Here’s a follow-up to the Reason Saves Saves Cleveland with Drew Carey series, entitled, Lessons From LeBron:



Link: http://www.youtube.com/watch?v=yP7HCKweZiY.

Here’s the description accompanying this latest video:


LeBron James has decided to move to Florida and play for the Miami Heat rather than bear another season with the Cavaliers.

Everybody is piling on: How could a dude with a tattoo of the word loyalty on his chest abandon “the mistake on the lake?”

But LeBron is only doing what more than half of Cleveland’s population has done over the in the last 60 years: Getting the hell out of the place.

He didn’t leave because of money, though some analyses show that he can take home more in pay in Florida despite a lower salary. Ohio used to be one of the lowest-tax states in the country. Now it’s one of the highest.

That’s what Clevelanders should be outraged about. Their economy has enough to deal with already without being put in a full court press by high taxes.

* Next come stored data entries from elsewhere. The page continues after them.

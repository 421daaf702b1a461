"""The flow: everything that one file says, complete with its defaults."""

from collections.abc import Iterator
from functools import cached_property
from typing import Annotated, Literal, Self

from pydantic import BeforeValidator, Field, PrivateAttr

from flowplan.errors import Path
from flowplan.model.base import (
    AXES,
    Described,
    Id,
    Model,
    NonNegativeLength,
    PositiveLength,
    Share,
    Sigmas,
    refuse,
)
from flowplan.model.marksites import MarkSites
from flowplan.model.masks import Mask, SelfAligned
from flowplan.model.pairs import Pair
from flowplan.model.terms import Shape, Term
from flowplan.model.tools import Tool
from flowplan.model.unitwords import unit_hint
from flowplan.model.variants import Variant
from flowplan.units import LENGTH_UNITS, Quantity, UnitError, canonical_unit

Basis = Literal["mixed", "rss", "linear"]
BASES: tuple[Basis, ...] = ("mixed", "rss", "linear")
Layer = Mask | SelfAligned


def _length_unit(value: object) -> object:
    if not isinstance(value, str):
        raise refuse("FP203", "a unit's name belongs here", "choose from " + ", ".join(LENGTH_UNITS))
    try:
        name = canonical_unit(value.strip())
    except UnitError as error:
        hint = unit_hint(error, value.strip())
        if hint == error.hint:
            hint = "choose from " + ", ".join(LENGTH_UNITS)
        raise refuse(error.code, error.message, hint) from None
    if name not in LENGTH_UNITS:
        raise refuse("FP402", f"{value} is not a length", "choose from " + ", ".join(LENGTH_UNITS))
    return name


FileUnit = Annotated[
    str,
    BeforeValidator(
        _length_unit,
        json_schema_input_type=Literal[
            "nm", "um", "\N{MICRO SIGN}m", "\N{GREEK SMALL LETTER MU}m", "mm", "cm", "in"
        ],
    ),
]


class Wafer(Model):
    """The wafer, centred on the origin."""

    diameter: PositiveLength = Field(description="Diameter.")
    edge_exclusion: NonNegativeLength = Field(
        default_factory=lambda: Quantity(0.0),
        description="Ring at the rim that is not used; 0 when left out.",
    )


class ExposureField(Model):
    """The exposure field; fields are stepped in a grid with one field centred on the wafer."""

    x: PositiveLength = Field(description="Width.")
    y: PositiveLength = Field(description="Height.")


class Flow(Described):
    """A wafer process as a sequence of masks, with the pairs of layers that must fit."""

    flow: Annotated[str, Field(min_length=1)] = Field(description="The flow's name.")
    revision: str = Field("", description="Revision of this file.")
    unit: FileUnit = Field("nm", description="Unit of every bare length in this file.")
    sigma: Sigmas = Field(3.0, description="Standard deviations at which random sizes are quoted.")
    confidence: Sigmas = Field(3.0, description="Standard deviations at which the verdict is taken.")
    basis: Basis = Field(
        "mixed", description="How bounds and random parts add up for the verdict: mixed, rss or linear."
    )
    reserve: Share = Field(0.0, description="A margin below this share of the drawn value is called tight.")
    wafer: Wafer | None = Field(None, description="The wafer; needed for shapes over the wafer.")
    field: ExposureField | None = Field(None, description="The exposure field; needed for shapes.")
    tools: dict[Id, Tool] = Field(default_factory=dict, description="Exposure tools by id.")
    masks: tuple[Mask, ...] = Field(description="The masks in process order.")
    self_aligned: tuple[SelfAligned, ...] = Field((), description="Features without an exposure.")
    split_layers: dict[Id, tuple[Id, ...]] = Field(
        default_factory=dict, description="Layers printed by several masks: id -> their ids."
    )
    pairs: tuple[Pair, ...] = Field((), description="Pairs of layers that must fit each other.")

    variants: tuple[Variant, ...] = Field(
        (), description="Other plans, each a partial flow laid over this one."
    )

    _variant: str | None = PrivateAttr(None)

    @property
    def variant(self) -> str | None:
        """Name of the variant that this flow is; None for the file's own plan."""
        return self._variant

    def as_variant(self, name: str) -> Self:
        """Return this flow under the name of a variant."""
        named = self.model_copy()
        named._variant = name
        return named

    @property
    def heading(self) -> str:
        """Name, revision and variant in one line."""
        revision = f", revision {self.revision}" if self.revision else ""
        return f"{self.flow}{revision}" + (f", variant {self.variant}" if self.variant else "")

    def __copy__(self) -> Self:
        """Copy without the cached views, which an update would make stale."""
        copied = super().__copy__()
        for name in ("layers", "shapes"):
            copied.__dict__.pop(name, None)
        return copied

    @cached_property
    def layers(self) -> dict[str, Layer]:
        """Masks and self-aligned features by id, each after everything it relies on."""
        found: dict[str, Layer] = {}
        waiting = list(self.self_aligned)
        for mask in self.masks:
            found[mask.id] = mask
            waiting = _settle(waiting, found)
        return found

    def expand(self, layer: str) -> tuple[str, ...]:
        """Return the layers that a name in a pair stands for."""
        return self.split_layers.get(layer, (layer,))

    def terms_of(self, mask: Mask) -> Iterator[tuple[str | None, str, Term]]:
        """Yield (tool id or None, term name, term) of everything that enters at a mask."""
        for name, term in self.tools[mask.tool].terms.items():
            yield mask.tool, name, term
        for name, term in mask.terms.items():
            yield None, name, term

    @cached_property
    def shapes(self) -> frozenset[Shape]:
        """Shapes other than `shift` that occur in the flow."""
        terms = [t for tool in self.tools.values() for t in tool.terms.values()]
        terms += [t for mask in self.masks for t in mask.terms.values()]
        fitted = (shape for _, sites in self.site_alignments() for shape in sites.shapes)
        return frozenset(t.shape for t in terms if t.shape != "shift").union(fitted)

    def site_alignments(self) -> Iterator[tuple[Path, MarkSites]]:
        """Yield every alignment from mark sites with its place; one for both axes comes once for each."""
        for name, tool in self.tools.items():
            if isinstance(tool.alignment, MarkSites):
                yield ("tools", name, "alignment"), tool.alignment
        for i, mask in enumerate(self.masks):
            for where, references in mask.every_reference():
                for axis in AXES:
                    for k, reading in enumerate(references.on(axis)):
                        if isinstance(reading.alignment, MarkSites):
                            yield ("masks", i, *where, axis, k, "alignment"), reading.alignment


def _settle(waiting: list[SelfAligned], found: dict[str, Layer]) -> list[SelfAligned]:
    """Move the features whose parents exist from `waiting` to `found`; return those left."""
    while True:
        ready = [f for f in waiting if f.follows.x in found and f.follows.y in found]
        if not ready:
            return waiting
        found.update((f.id, f) for f in ready)
        waiting = [f for f in waiting if f.id not in found]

Cleveland needs to get rid of its savior complex. LeBron James could never have saved Cleveland–no single sports star or entrepreneur or bailout can–but there are definite, proven steps that any city can take to improve life for its citizens.

Reason.tv highlighted a whole host of possible steps in our series “Reason Saves Cleveland” available at www.reason.tv.

“Lessons from LeBron” was produced by Dan Hayes and Nick Gillespie. Production Assistant Joshua Swain.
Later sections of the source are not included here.